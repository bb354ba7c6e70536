"use client";

import { useRef, useState } from "react";
import type { ImportPreview } from "@/lib/intake/import-http";

type State =
  | { phase: "idle" }
  | { phase: "working"; what: string }
  | { phase: "result"; preview: ImportPreview; file: File }
  | { phase: "error"; message: string };

const fmt = (n: number) => n.toLocaleString("en");

async function upload(file: File, query: string): Promise<ImportPreview | string> {
  let response: Response;
  try {
    response = await fetch(`/api/v1/imports?${query}`, {
      method: "POST",
      credentials: "same-origin",
      headers: { "content-type": "text/csv", "x-file-name": encodeURIComponent(file.name) },
      body: file,
    });
  } catch {
    return "No connection to the server; nothing was imported.";
  }
  const body = (await response.json().catch(() => ({}))) as ImportPreview & { error?: string; reference?: string };
  if (response.status === 200 || response.status === 201 || response.status === 422) return body;
  return body.error ? `${body.error}${body.reference ? ` (reference ${body.reference})` : ""}` : `The server answered ${response.status}.`;
}

/** Check (preview) then import the very same bytes. */
export function ImportForm({ canAddMissing }: { canAddMissing: boolean }) {
  const [state, setState] = useState<State>({ phase: "idle" });
  const [addMissing, setAddMissing] = useState(false);
  const [force, setForce] = useState(false);
  const fileRef = useRef<HTMLInputElement>(null);
  const resultRef = useRef<HTMLDivElement>(null);

  const options = () => `${addMissing ? "&addMissing=1" : ""}${force ? "&force=1" : ""}`;
  const show = (next: State) => {
    setState(next);
    requestAnimationFrame(() => resultRef.current?.focus());
  };

  async function check() {
    const file = fileRef.current?.files?.[0];
    if (!file) return show({ phase: "error", message: "Choose a file first." });
    setState({ phase: "working", what: "Checking…" });
    const result = await upload(file, `dryRun=1${options()}`);
    show(typeof result === "string" ? { phase: "error", message: result } : { phase: "result", preview: result, file });
  }

  async function commit(preview: ImportPreview, file: File) {
    setState({ phase: "working", what: `Importing ${fmt(preview.rows)} rows…` });
    const result = await upload(file, `expect=${preview.contentHash}${options()}`);
    show(typeof result === "string" ? { phase: "error", message: result } : { phase: "result", preview: result, file });
  }

  const preview = state.phase === "result" ? state.preview : null;
  return (
    <>
      <form
        className="card"
        onSubmit={(e) => {
          e.preventDefault();
          void check();
        }}
      >
        <div className="field">
          <label htmlFor="import-file">CSV file</label>
          <input id="import-file" ref={fileRef} type="file" accept=".csv,text/csv" required onChange={() => setState({ phase: "idle" })} />
        </div>
        {canAddMissing && (
          <label className="checkbox">
            <input type="checkbox" checked={addMissing} onChange={(e) => setAddMissing(e.target.checked)} />
            Create unknown lines, shifts, categories and products (named by their code)
          </label>
        )}
        <label className="checkbox">
          <input type="checkbox" checked={force} onChange={(e) => setForce(e.target.checked)} />
          Import again even if this exact file was imported before (counts it twice)
        </label>
        <button type="submit" disabled={state.phase === "working"}>
          Check file
        </button>
      </form>

      <div ref={resultRef} tabIndex={-1} aria-live="polite" className="import-result">
        {state.phase === "working" && <p role="status">{state.what}</p>}
        {state.phase === "error" && (
          <p className="error-text" role="alert">
            {state.message}
          </p>
        )}
        {preview && preview.status === "refused" && (
          <div role="alert">
            <h2>Refused: {fmt(preview.problemCount)} problem{preview.problemCount === 1 ? "" : "s"} — nothing was imported</h2>
            <p>Fix the file and check it again. Line numbers count the header as line 1.</p>
            <ul className="import-problems">
              {preview.problems.map((p) => (
                <li key={p}>{p}</li>
              ))}
            </ul>
            {preview.problemCount > preview.problems.length && <p className="muted">… and {fmt(preview.problemCount - preview.problems.length)} more.</p>}
          </div>
        )}
        {preview && preview.status !== "refused" && (
          <section aria-labelledby="preview-title">
            <h2 id="preview-title">
              {preview.status === "imported" ? `Imported as batch #${preview.batchId}` : "Ready to import"}: {fmt(preview.rows)}{" "}
              {preview.kind === "units" ? "inspected-units" : "tally"} rows
            </h2>
            <p>
              {preview.summary.firstDate} to {preview.summary.lastDate}, {fmt(preview.summary.total)} {preview.kind === "units" ? "units" : "defects"} in total.
            </p>
            {preview.duplicateOf && (
              <p className="caution">This exact file was imported before (batch #{preview.duplicateOf.batchId}); it is imported again because you asked to.</p>
            )}
            {Object.entries(preview.created).some(([, v]) => v.length > 0) && (
              <p className="caution">
                {preview.status === "imported" ? "Created" : "Will create"}:{" "}
                {Object.entries(preview.created)
                  .filter(([, v]) => v.length)
                  .map(([k, v]) => `${k} ${v.join(", ")}`)
                  .join("; ")}
                .
              </p>
            )}
            {preview.existingEntries > 0 && preview.status === "checked" && (
              <p className="caution">
                {fmt(preview.existingEntries)} entries are already recorded on these lines in this date span; imported counts are added to them.
              </p>
            )}
            <table className="data">
              <thead>
                <tr>
                  <th scope="col">Line</th>
                  <th scope="col" className="num">
                    Rows
                  </th>
                  <th scope="col" className="num">
                    {preview.kind === "units" ? "Units" : "Defects"}
                  </th>
                </tr>
              </thead>
              <tbody>
                {preview.summary.perLine.map((l) => (
                  <tr key={l.line}>
                    <td>{l.line}</td>
                    <td className="num">{fmt(l.rows)}</td>
                    <td className="num">{fmt(l.total)}</td>
                  </tr>
                ))}
              </tbody>
            </table>
            <h3>First rows</h3>
            <div className="table-scroll">
              <table className="data">
                <thead>
                  <tr>
                    {preview.header.map((h, i) => (
                      <th key={`${h}-${i}`} scope="col">
                        {h}
                      </th>
                    ))}
                  </tr>
                </thead>
                <tbody>
                  {preview.sample.map((row, i) => (
                    <tr key={i}>
                      {row.map((cell, j) => (
                        <td key={j}>{cell}</td>
                      ))}
                    </tr>
                  ))}
                </tbody>
              </table>
            </div>
            {preview.status === "checked" && state.phase === "result" && (
              <p>
                <button type="button" onClick={() => void commit(preview, state.file)}>
                  Import {fmt(preview.rows)} rows
                </button>
              </p>
            )}
          </section>
        )}
      </div>
    </>
  );
}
■ ■ ■ ■
Return an exact copy of the listing.

repository bb354ba7c6e70536
"use client";

import { useRef, useState } from "react";
import type { ImportPreview } from "@/lib/intake/import-http";

type State =
  | { phase: "idle" }
  | { phase: "working"; what: string }
  | { phase: "result"; preview: ImportPreview; file: File }
  | { phase: "error"; message: string };

const fmt = (n: number) => n.toLocaleString("en");

async function upload(file: File, query: string): Promise<ImportPreview | string> {
  let response: Response;
  try {
    response = await fetch(`/api/v1/imports?${query}`, {
      method: "POST",
      credentials: "same-origin",
      headers: { "content-type": "text/csv", "x-file-name": encodeURIComponent(file.name) },
      body: file,
    });
  } catch {
    return "No connection to the server; nothing was imported.";
  }
  const body = (await response.json().catch(() => ({}))) as ImportPreview & { error?: string; reference?: string };
  if (response.status === 200 || response.status === 201 || response.status === 422) return body;
  return body.error ? `${body.error}${body.reference ? ` (reference ${body.reference})` : ""}` : `The server answered ${response.status}.`;
}

/** Check (preview) then import the very same bytes. */
export function ImportForm({ canAddMissing }: { canAddMissing: boolean }) {
  const [state, setState] = useState<State>({ phase: "idle" });
  const [addMissing, setAddMissing] = useState(false);
  const [force, setForce] = useState(false);
  const fileRef = useRef<HTMLInputElement>(null);
  const resultRef = useRef<HTMLDivElement>(null);

  const options = () => `${addMissing ? "&addMissing=1" : ""}${force ? "&force=1" : ""}`;
  const show = (next: State) => {
    setState(next);
    requestAnimationFrame(() => resultRef.current?.focus());
  };

  async function check() {
    const file = fileRef.current?.files?.[0];
    if (!file) return show({ phase: "error", message: "Choose a file first." });
    setState({ phase: "working", what: "Checking…" });
    const result = await upload(file, `dryRun=1${options()}`);
    show(typeof result === "string" ? { phase: "error", message: result } : { phase: "result", preview: result, file });
  }

  async function commit(preview: ImportPreview, file: File) {
    setState({ phase: "working", what: `Importing ${fmt(preview.rows)} rows…` });
    const result = await upload(file, `expect=${preview.contentHash}${options()}`);
    show(typeof result === "string" ? { phase: "error", message: result } : { phase: "result", preview: result, file });
  }

  const preview = state.phase === "result" ? state.preview : null;
  return (
    <>
      <form
        className="card"
        onSubmit={(e) => {
          e.preventDefault();
          void check();
        }}
      >
        <div className="field">
          <label htmlFor="import-file">CSV file</label>
          <input id="import-file" ref={fileRef} type="file" accept=".csv,text/csv" required onChange={() => setState({ phase: "idle" })} />
        </div>
        {canAddMissing && (
          <label className="checkbox">
            <input type="checkbox" checked={addMissing} onChange={(e) => setAddMissing(e.target.checked)} />
            Create unknown lines, shifts, categories and products (named by their code)
          </label>
        )}
        <label className="checkbox">
          <input type="checkbox" checked={force} onChange={(e) => setForce(e.target.checked)} />
          Import again even if this exact file was imported before (counts it twice)
        </label>
        <button type="submit" disabled={state.phase === "working"}>
          Check file
        </button>
      </form>

      <div ref={resultRef} tabIndex={-1} aria-live="polite" className="import-result">
        {state.phase === "working" && <p role="status">{state.what}</p>}
        {state.phase === "error" && (
          <p className="error-text" role="alert">
            {state.message}
          </p>
        )}
        {preview && preview.status === "refused" && (
          <div role="alert">
            <h2>Refused: {fmt(preview.problemCount)} problem{preview.problemCount === 1 ? "" : "s"} — nothing was imported</h2>
            <p>Fix the file and check it again. Line numbers count the header as line 1.</p>
            <ul className="import-problems">
              {preview.problems.map((p) => (
                <li key={p}>{p}</li>
              ))}
            </ul>
            {preview.problemCount > preview.problems.length && <p className="muted">… and {fmt(preview.problemCount - preview.problems.length)} more.</p>}
          </div>
        )}
        {preview && preview.status !== "refused" && (
          <section aria-labelledby="preview-title">
            <h2 id="preview-title">
              {preview.status === "imported" ? `Imported as batch #${preview.batchId}` : "Ready to import"}: {fmt(preview.rows)}{" "}
              {preview.kind === "units" ? "inspected-units" : "tally"} rows
            </h2>
            <p>
              {preview.summary.firstDate} to {preview.summary.lastDate}, {fmt(preview.summary.total)} {preview.kind === "units" ? "units" : "defects"} in total.
            </p>
            {preview.duplicateOf && (
              <p className="caution">This exact file was imported before (batch #{preview.duplicateOf.batchId}); it is imported again because you asked to.</p>
            )}
            {Object.entries(preview.created).some(([, v]) => v.length > 0) && (
              <p className="caution">
                {preview.status === "imported" ? "Created" : "Will create"}:{" "}
                {Object.entries(preview.created)
                  .filter(([, v]) => v.length)
                  .map(([k, v]) => `${k} ${v.join(", ")}`)
                  .join("; ")}
                .
              </p>
            )}
            {preview.existingEntries > 0 && preview.status === "checked" && (
              <p className="caution">
                {fmt(preview.existingEntries)} entries are already recorded on these lines in this date span; imported counts are added to them.
              </p>
            )}
            <table className="data">
              <thead>
                <tr>
                  <th scope="col">Line</th>
                  <th scope="col" className="num">
                    Rows
                  </th>
                  <th scope="col" className="num">
                    {preview.kind === "units" ? "Units" : "Defects"}
                  </th>
                </tr>
              </thead>
              <tbody>
                {preview.summary.perLine.map((l) => (
                  <tr key={l.line}>
                    <td>{l.line}</td>
                    <td className="num">{fmt(l.rows)}</td>
                    <td className="num">{fmt(l.total)}</td>
                  </tr>
                ))}
              </tbody>
            </table>
            <h3>First rows</h3>
            <div className="table-scroll">
              <table className="data">
                <thead>
                  <tr>
                    {preview.header.map((h, i) => (
                      <th key={`${h}-${i}`} scope="col">
                        {h}
                      </th>
                    ))}
                  </tr>
                </thead>
                <tbody>
                  {preview.sample.map((row, i) => (
                    <tr key={i}>
                      {row.map((cell, j) => (
                        <td key={j}>{cell}</td>
                      ))}
                    </tr>
                  ))}
                </tbody>
              </table>
            </div>
            {preview.status === "checked" && state.phase === "result" && (
              <p>
                <button type="button" onClick={() => void commit(preview, state.file)}>
                  Import {fmt(preview.rows)} rows
                </button>
              </p>
            )}
          </section>
        )}
      </div>
    </>
  );
}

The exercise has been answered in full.